The foregoing is only a preferred embodiment of the present invention, and it should be noted that, for those skilled in the art, various modifications and decorations can be made without departing from the principle of the present invention, and these modifications and decorations should also be regarded as the protection scope of the present invention.

Claims

1. A low-precision image semantic segmentation method based on an improved attention mechanism is characterized by comprising the following steps:

2. The method for semantic segmentation of low-precision images based on the attention-improving mechanism of claim 1, wherein the improved MobileNet v2 network in step S2 is a MobileNet v2 network with the last three layers deleted.

3. The improved attention mechanism-based low-precision image semantic segmentation method according to claim 2, wherein the GASPP structure network with global attention feature module in step S3 includes an empty space convolution pooling pyramid (ASPP) module with empty convolution based on deep lab v3+, the ASPP module is an adopted global average pooling operation;

4. The method as claimed in claim 3, wherein the improved MobileNet v2 network only retains one two-dimensional convolutional layer and seven linear bottleneck layers, the GAM takes the last layer of feature map in the MobileNet v2 backbone network as input, and expands the size of the feature map into cxhw, wherein the parameters C, W, H respectively represent the number of channels, the width and the height of the feature map, and the global attention masks are extracted by transformation mapping, and are respectively the number of channels mask and the size masks cxhw and HW × C, and the correlation between features is extracted as the input of a normalization function spearsemax by the dot product between the two global attention masks, and the normalization function is as shown in formula (1):

sparsemax_i(z)＝max(0,z_i-τ(z)) (1)

wherein the content of the first and second substances,

5. The method for semantically segmenting the low-precision image based on the attention-improving mechanism in accordance with claim 4, wherein the GASPP has the following formula:

Z＝GAM(X)⊙P_3,6(P₃(X))⊙P_3,12(P₅(X))⊙P_3,18(P₇(X))⊙P₁(X) (1)

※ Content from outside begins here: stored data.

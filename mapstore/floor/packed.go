package floor

import (
	"bytes"
	"compress/flate"
	"encoding/binary"
	"io"
)

// Packed bytes are either as they are (0) or a DEFLATE stream (1, RFC 1951),
// whichever is shorter, after a length.

func appendPacked(b, raw []byte) []byte {
	if small := deflate(raw); len(small) < len(raw) {
		return appendBytes(append(b, 1), small)
	}
	return appendBytes(append(b, 0), raw)
}

func deflate(raw []byte) []byte {
	var buf bytes.Buffer
	w, err := flate.NewWriter(&buf, flate.BestSpeed)
	if err != nil {
		return raw // not for a level that exists
	}
	// A bytes.Buffer takes every write.
	_, _ = w.Write(raw)
	_ = w.Close()
	return buf.Bytes()
}

// packed reads packed bytes that are known to unpack to size. It never allocates
// more than about twice what the stream really holds, nor much more than size.
func (d *decoder) packed(size int) []byte {
	kind := d.byte()
	stored := d.take(d.count(len(d.data), 1))
	if d.err != nil {
		return nil
	}
	switch kind {
	case 0:
	case 1:
		var err error
		if stored, err = inflate(stored, size); err != nil {
			d.fail("%v", err)
			return nil
		}
	default:
		d.fail("packing %d", kind)
		return nil
	}
	if len(stored) != size {
		d.fail("%d bytes of cells, wanted %d", len(stored), size)
		return nil
	}
	return stored
}

// inflate unpacks a DEFLATE stream of at most size bytes.
func inflate(stored []byte, size int) ([]byte, error) {
	r := flate.NewReader(bytes.NewReader(stored))
	var buf bytes.Buffer
	if _, err := io.Copy(&buf, io.LimitReader(r, int64(size)+1)); err != nil {
		return nil, err
	}
	return buf.Bytes(), nil
}

// badCells looks at two-bit cells of n cells: the first cell that holds 3, or n
// when spare bits of the last byte are set; -1 when all is well.
func badCells(cells []byte, n int64) int64 {
	check := func(from int, w uint64) int64 {
		if w&(w>>1)&0x5555555555555555 == 0 {
			return -1
		}
		for i := range int64(32) {
			if w>>(2*i)&3 == 3 {
				return min(int64(from)*4+i, n)
			}
		}
		return -1
	}
	i := 0
	for ; i+8 <= len(cells); i += 8 {
		if at := check(i, binary.LittleEndian.Uint64(cells[i:])); at >= 0 {
			return at
		}
	}
	for ; i < len(cells); i++ {
		if at := check(i, uint64(cells[i])); at >= 0 {
			return at
		}
	}
	if n%4 != 0 && len(cells) > 0 && cells[len(cells)-1]>>(2*(n%4)) != 0 {
		return n
	}
	return -1
}
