package floor

import (
	"cmp"
	"math/bits"
	"slices"

	"example.com/wideberth/mapstore/geom"
)

// FeatureChange is a feature that differs. Before is nil when it was added, After
// when it was removed.
type FeatureChange struct{ Before, After *Feature }

// Change is what differs between two maps of one floor.
type Change struct {
	Cells     []CellRect // hold every changed cell; at most one rectangle a block, from the lowest blocks up, left to right
	CellCount int64
	Features  []FeatureChange // by name
}

// IsEmpty says whether nothing differs.
func (c Change) IsEmpty() bool { return len(c.Cells) == 0 && len(c.Features) == 0 }

// Bounds is a rectangle that holds all that differs, features before and after
// included, on a floor of these settings.
func (c Change) Bounds(s Settings) geom.Rect {
	r := geom.EmptyRect()
	for _, cells := range c.Cells {
		r = r.Union(s.CellBounds(cells))
	}
	for _, f := range c.Features {
		if f.Before != nil {
			r = r.Union(f.Before.Bounds())
		}
		if f.After != nil {
			r = r.Union(f.After.Bounds())
		}
	}
	return r
}

// Diff compares two maps of one floor, with work proportional to what differs:
// what the maps share, and what has equal hashes, is skipped. Maps of floors
// with other columns or rows are not comparable; all cells of b then differ.
func Diff(a, b *Map) Change {
	var c Change
	if a.tree.cols != b.tree.cols || a.tree.rows != b.tree.rows {
		all := b.settings.AllCells()
		c.Cells, c.CellCount = []CellRect{all}, all.Count()
	} else {
		diffNodes(&b.tree, a.tree.root, b.tree.root, b.tree.level, 0, 0, &c)
		slices.SortFunc(c.Cells, func(p, q CellRect) int {
			return cmp.Or(cmp.Compare(p.Y0/BlockSize, q.Y0/BlockSize), cmp.Compare(p.X0, q.X0))
		})
	}
	diffNames(a.names, 0, b.names, 0, func(before, after *entry) {
		var f FeatureChange
		if before != nil {
			f.Before = before.feature
		}
		if after != nil {
			f.After = after.feature
		}
		c.Features = append(c.Features, f)
	})
	slices.SortFunc(c.Features, func(p, q FeatureChange) int { return cmp.Compare(p.name(), q.name()) })
	return c
}

func (f FeatureChange) name() string {
	if f.Before != nil {
		return f.Before.Name
	}
	return f.After.Name
}

func diffNodes(t *tree, a, b *node, level, bx, by int, c *Change) {
	if a == b || a.hash == b.hash {
		return
	}
	if level > 0 {
		for i := range 4 {
			kx, ky := kid(i, level, bx, by)
			if t.area(level-1, kx, ky).IsEmpty() {
				continue
			}
			ka, kb := a, b
			if a.kids != nil {
				ka = a.kids[i]
			}
			if b.kids != nil {
				kb = b.kids[i]
			}
			diffNodes(t, ka, kb, level-1, kx, ky, c)
		}
		return
	}
	var ca, cb blockCells
	t.spell(a, bx, by, &ca)
	t.spell(b, bx, by, &cb)
	r := CellRect{X0: BlockSize, Y0: BlockSize}
	for y := range BlockSize {
		d := (ca.occupied[y] ^ cb.occupied[y]) | (ca.unknown[y] ^ cb.unknown[y])
		if d == 0 {
			continue
		}
		c.CellCount += int64(bits.OnesCount64(d))
		r.X0, r.X1 = min(r.X0, bits.TrailingZeros64(d)), max(r.X1, 64-bits.LeadingZeros64(d))
		r.Y0, r.Y1 = min(r.Y0, y), y+1
	}
	x, y := bx*BlockSize, by*BlockSize
	c.Cells = append(c.Cells, CellRect{x + r.X0, y + r.Y0, x + r.X1, y + r.Y1})
}

// spell writes a leaf's cells out.
func (t *tree) spell(n *node, bx, by int, c *blockCells) {
	if n.cells != nil {
		*c = *n.cells
		return
	}
	columns := t.columnMask(bx)
	for y := range t.blockRows(by) {
		c.set(y, columns, n.fill)
	}
}
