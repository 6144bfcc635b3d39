// Package floor is the content of one version of a floor: settings, occupancy, features.
package floor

6. The method for semantic segmentation of low-precision images based on attention-improving mechanism as claimed in claim 5, wherein the step S4 is implemented by fusing low-level features and multi-scale features using a decoder module SAM, wherein the SAM comprises a squeeze and excite network (SENet), the SAM performs an up-sampling operation after the selective attention calculation is completed, the output size is restored to the input state, and a pixel distribution map is obtained according to the SAM.

7. The method according to claim 6, wherein the selective attention module in the decoder module with selective attention mechanism SAM is divided into two different branches, one branch being from the multi-scale aggregation high-level feature information of the GASPP structure network with global attention feature module; the other branch is from the detail feature of the MobileNet v2 network, using a 1 × 1 convolutional layer to reduce the number of channels.

8. The method for semantic segmentation of low-precision images based on the attention-improving mechanism as claimed in claim 7, wherein the decoder-fused feature map is decoded by bilinear interpolation upsampling in step S4, and the bilinear interpolation is performed by linear calculation according to the numerical value of the known point.

9. The method for semantically segmenting the low-precision image based on the improved attention mechanism as claimed in claim 8, wherein the linear calculation is as follows:

10. The method of claim 9, wherein the preprocessing process mainly comprises flipping, rotating, scaling, and cropping.